Entonces fue cuando comenzó, para David Cobos, la pesadilla.

El doctor Payot tabaleó ligeramente sobre la mesa con la punta del lápiz.

—Y por supuesto, nadie ha podido explicar lo que ocurrió —dijo.

No era una pregunta, sino una afirmación. De hecho los periódicos se habían ocupado de airear sin lugar a dudas, los primeros días, cuando la noticia dio sensacionalmente la vuelta al mundo, la incomprensibilidad de su repentina aparición, en orbita estacionaria, en un lugar por cuyas inmediaciones no había pasado ninguna nave desde hacía más de setenta y dos horas. Los tripulantes de la nave de vigilancia y rescate se habían quedado alucinados cuando sus detectores señalaron de pronto la presencia de un cuerpo extraño, del tamaño y características de un hombre vestido con un traje espacial y llevando un equipo impulsor completo, en una zona del espacio donde en el rastreo anterior de la pantalla, treinta segundos antes, no se había detectado absolutamente nada. La investigación posterior del suceso embarulló a un más el asunto.

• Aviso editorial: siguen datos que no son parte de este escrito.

def test_costs_and_payback_are_told() -> None:
    prices = {"cost.currency": "EUR", "cost.module": 20.0, "site.electricity_value": "0.30 EUR/kWh"}
    made = memo(replace(load_case(WATER), prices), date=DAY, without=QUICK)
    assert_shows_results(made)
    assert made.results["estimate"]["building_cost"] == pytest.approx(192 * 20.0)
    assert "| Cost of building | 3,840 EUR |" in made.markdown().replace("\N{NO-BREAK SPACE}", " ")
    assert made.results["payback"].startswith(significant(made.results["estimate"]["payback_years"], 3))


def test_numbers_of_a_comparison_are_results() -> None:
    made = memo([load_case(path) for path in (EXHAUST, WATER, TEXTBOOK)], date=DAY)
    assert assert_shows_results(made) > 60
    assert_ids_are_single(made.html())
    assert {result_at(made.results, f"cases[{i}].estimate.module_count") for i in range(3)} == {168, 192, 48}


@every_case
def test_results_of_a_memo_are_those_of_the_estimate(path: Path) -> None:
    made, answer = memo_of(path), estimate(load_case(path))
    assert made.results["estimate"]["net_power"] == answer.net_power
    assert made.results["estimate"]["case_hash"] == answer.case_hash
    assert answer.case_hash in made.html()


@every_case
def test_nothing_of_the_program_leaks(path: Path) -> None:
    assert_nothing_leaks(memo_of(path))


def assert_nothing_leaks(made: Memo) -> None:
    for text in (made.html(), made.markdown()):
        for word in (r"\bNone\b", r"\bnan\b", r"\binf\b", r"\{\{", r"\{%", r"Value\(", r"<harvest", "\ue000", "TODO"):
            assert not re.search(word, text), word


@every_case
def test_no_number_stands_without_its_result(path: Path) -> None:
    assert_no_number_stands_alone(memo_of(path), path)


def assert_no_number_stands_alone(made: Memo, path: Path) -> None:
    """No digit stands outside of marked numbers, inputs, method, sources and the case file."""
    allowed = {"pre", "code", "method", "facts", "repeat", "inputs", "tick", "title", "h1", "style"}
    literal = {load_case(path).title, "5 %", *(declaration.reason for declaration in DECLARATIONS.values())}
    for where, words in Page(made.html()).words:
        if allowed & set(where) or words.strip() in literal:
            continue
        rest = re.sub(r"within 5 % of|\d+ % by (volume|mass)|IAPWS\S*|\bP(10|50|90)|(80|90) of 100", "", words)
        row_number = "td" in where and rest.strip().isdigit()
        assert row_number or not re.search(r"\d", rest), (where, words)


@every_case
def test_html_is_one_file_without_script_or_anything_fetched(path: Path) -> None:
    page = Page(memo_of(path).html())
    assert not page.tags & {"script", "link", "iframe", "img", "object", "embed", "base", "form"}
    html = re.sub(r'xmlns(:\w+)?="[^"]*"', "", memo_of(path).html())
    assert not re.search(r"(?:src|href)\s*=|@import|https?://|javascript:|\bon\w+\s*=", html)
    assert all(re.fullmatch(r"#[\w-]+", target) for target in re.findall(r"url\(([^)]*)\)", html))


@every_case
def test_drawings_are_whole_and_their_patterns_defined(path: Path) -> None:
    assert_drawings_are_whole(memo_of(path).html())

El carguero intergaláctico Pólux II había partido efectivamente hacía más de tres años en viaje a Argos, y en estos momentos debía hallarse en su camino de regreso a más de cien años luz de distancia. Por supuesto, cualquier comunicación con la nave era imposible hasta que la deceleración de los hipermotores redujera su velocidad por debajo de la de la luz y las ondas de radio. Pero David Cobos figuraba efectivamente entre los miembros de la tripulación del carguero, su identidad había sido establecida sin lugar a dudas a la partida, y el viaje era sin escalas. No había ninguna explicación a su repentina aparición en órbita estacionaria en torno a la Tierra, con los depósitos de oxígeno de su impulsor casi vacíos, y presa de una excitación que rozaba casi la histeria. Sus propias declaraciones, cuando consiguió alcanzar un estado parecido a la normalidad y fue capaz de hablar, aún ayudaron menos a la investigación. Se hicieron cábalas y se apuntaron hipótesis. Los responsables de la investigación intentaron racionalizar el hecho, sin conseguir nada convincente. Los periódicos y la televisión se lanzaron a tumba abierta por la pendiente de lo descabellado, atrayendo, aunque fuera brevemente, la atención de un público ansioso de prodigios y maravillas. Pero incluso los prodigios y las maravillas acaban por aburrir, y el tema no ofrecía posibilidades de expansión. Pronto se llegó a una vía muerta, y la consunción acabó con él. El asunto pasó a engrosar el aún no demasiado voluminoso pero si bastante selecto capitulo de los misterios no resueltos del espacio.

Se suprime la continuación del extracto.